A comparison of synaptic protein localization in hippocampal mossy fiber terminals and neurosecretory endings of the neurohypophysis using the cryo-immunogold technique.

In central synapses synaptic vesicle docking and exocytosis occurs at morphologically specialized sites (active zones) and requires the interaction of specific proteins in the formation of a SNARE complex. In contrast, neurosecretory terminals lack active zones. Using the cryo-immunogold technique we analyzed the localization of synaptic vesicle proteins and of proteins of the docking complex at active zones. This was compared to the localization of the identical proteins in neurosecretory terminals. In addition we compared the vesicular and granular localization of the proteins investigated. Synaptic vesicles in rat hippocampal mossy fiber synapses and microvesicles in the neurosecretory terminals of the neurohypophysis contained in common the proteins VAMP II (a v-SNARE), SV2, rab3A, and N-type Ca(2+) channels.

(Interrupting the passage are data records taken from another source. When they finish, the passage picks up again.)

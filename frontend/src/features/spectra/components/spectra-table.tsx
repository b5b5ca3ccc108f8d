import { SPECTRA_SORT_KEYS } from '@contracts/ingest';
import type { SpectrumRow } from '@contracts/ingest';
import { functionalUpdate, useTable } from '@tanstack/react-table';
import type { PaginationState, SortingState } from '@tanstack/react-table';
import { SortableTh } from '@/components/ui/sort-header';
import { Table, tdClass, thClass } from '@/components/ui/table';
import type { SpectraQueryState } from '../hooks/use-spectra-query';
import { LinkTargetCell } from './link-target-cell';
import type { LinkOption } from './link-target-cell';
import { NUMERIC_COLUMNS, spectraColumns, spectraFeatures } from './spectra-columns';

type SortKey = (typeof SPECTRA_SORT_KEYS)[number];
const isSortKey = (id: string): id is SortKey => (SPECTRA_SORT_KEYS as readonly string[]).includes(id);

interface Props {
  rows: SpectrumRow[];
  total: number;
  query: SpectraQueryState;
  onQuery: (patch: Partial<SpectraQueryState>) => void;
  /** Targets a lead may link an unlinked spectrum to; absent for other roles. */
  linkOptions: LinkOption[] | undefined;
  onLink: (spectrumId: number, targetId: number) => Promise<unknown>;
}

/** One server page of spectra; sort clicks and page moves are written to the URL, which refetches. */
export function SpectraTable({ rows, total, query, onQuery, linkOptions, onLink }: Props) {
  const sorting: SortingState = [{ id: query.sort, desc: query.dir === 'desc' }];
  const pagination: PaginationState = { pageIndex: query.page - 1, pageSize: query.pageSize };

  const table = useTable({
    features: spectraFeatures,
    columns: spectraColumns,
    data: rows,
    getRowId: (r) => String(r.id),
    state: { sorting, pagination },
    onSortingChange: (updater) => {
      const next = functionalUpdate(updater, sorting)[0];
      if (next && isSortKey(next.id)) onQuery({ sort: next.id, dir: next.desc ? 'desc' : 'asc' });
    },
    onPaginationChange: (updater) => {
      const next = functionalUpdate(updater, pagination);
      onQuery({ page: next.pageIndex + 1, pageSize: next.pageSize });
    },
    manualSorting: true,
    manualPagination: true,
    rowCount: total,
    enableMultiSort: false,
    // The server always sorts by something; a third click flips the order instead of clearing it.
    enableSortingRemoval: false,
  });

  return (
    <Table caption="Spectra" captionHidden>
      <thead>
        {table.getHeaderGroups().map((group) => (
          <tr key={group.id}>
            {group.headers.map((header) => (
              <SortableTh
                key={header.id}
                state={header.column.getIsSorted()}
                onToggle={header.column.getCanSort() ? header.column.getToggleSortingHandler() : undefined}
                alignRight={NUMERIC_COLUMNS.has(header.column.id)}
              >
                <table.FlexRender header={header} />
              </SortableTh>
            ))}
            {linkOptions ? (
              <th scope="col" className={thClass}>
                <span className="sr-only">Link</span>
              </th>
            ) : null}
          </tr>
        ))}
      </thead>
      <tbody>
        {table.getRowModel().rows.map((row) => (
          <tr key={row.id} className="hover:bg-paper-100">
            {row.getAllCells().map((cell) => (
              <td key={cell.id} className={`${tdClass} ${NUMERIC_COLUMNS.has(cell.column.id) ? 'text-right' : ''}`}>
                <table.FlexRender cell={cell} />
              </td>
            ))}
            {linkOptions ? (
              <td className={`${tdClass} whitespace-nowrap`}>
                {row.original.target ? null : <LinkTargetCell spectrum={row.original} options={linkOptions} onLink={onLink} />}
              </td>
            ) : null}
          </tr>
        ))}
      </tbody>
    </Table>
  );
}
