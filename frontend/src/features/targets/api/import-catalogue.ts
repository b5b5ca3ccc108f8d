import { catalogueImportResultSchema } from '@contracts/targets';
import type { CatalogueImportResult, ColumnMapping } from '@contracts/targets';
import { useMutation, useQueryClient } from '@tanstack/react-query';
import { isApiError } from '@/lib/api-client';
import { sendForm } from '@/lib/send-form';
import { targetKeys } from './keys';

export interface CatalogueInput {
  file: File;
  /** Omitted on the first look, so the server proposes one from the column names. */
  mapping?: ColumnMapping;
}

function postCatalogue(campaignId: number, { file, mapping }: CatalogueInput, dryRun: boolean): Promise<CatalogueImportResult> {
  const form = new FormData();
  form.append('files', file, file.name);
  if (mapping) form.append('mapping', JSON.stringify(mapping));
  return sendForm(`/api/campaigns/${campaignId}/targets${dryRun ? '?dryRun=1' : ''}`, form, { schema: catalogueImportResultSchema });
}

/** Reads the catalogue without importing: columns, proposed mapping, row errors. */
export const checkCatalogue = (campaignId: number, input: CatalogueInput) => postCatalogue(campaignId, input, true);

/** Imports all rows or none; a refusal carries the row errors in `error.details`. */
export const importCatalogue = (campaignId: number, input: CatalogueInput) => postCatalogue(campaignId, input, false);

/** The row-by-row report of a refused import, when the error is one. */
export function refusedCatalogue(error: unknown): CatalogueImportResult | null {
  if (!isApiError(error) || error.code !== 'catalogue_invalid') return null;
  const parsed = catalogueImportResultSchema.safeParse(error.details);
  return parsed.success ? parsed.data : null;
}

export const useCheckCatalogue = (campaignId: number) =>
  useMutation({ mutationFn: (input: CatalogueInput) => checkCatalogue(campaignId, input) });

export function useImportCatalogue(campaignId: number) {
  const queryClient = useQueryClient();
  return useMutation({
    mutationFn: (input: CatalogueInput) => importCatalogue(campaignId, input),
    onSuccess: () => queryClient.invalidateQueries({ queryKey: targetKeys.lists(campaignId) }),
  });
}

Only minor immunolabeling for these proteins was observed at neurosecretory granules. These results support the notion of a close functional identity of microvesicles from neurosecretory endings of the neurohypophysis and of synaptic vesicles. The vesicular pool of N-type Ca(2+) channels may serve their stimulation-induced translocation into the plasma membrane. We find increased labeling for VAMP II, SNAP-25, N-type Ca(2+) channels and of rab3A at the active zones of mossy fiber synapses. Labeling at release sites is by far highest for Bassoon, a high molecular weight protein of the active zone. The labeling pattern implies an association of Bassoon with presynaptic dense projections. Bassoon is absent from neurosecretory terminals and VAMP II, SNAP-25, rab3A, and N-type Ca(2+) channels reveal a scattered distribution over the plasma membrane. The competence of the presynaptic active zone for selective vesicle docking may not primarily result from its contents in SNARE proteins but rather from the preformation of presynaptic dense projections as structural guides for vesicle exocytosis.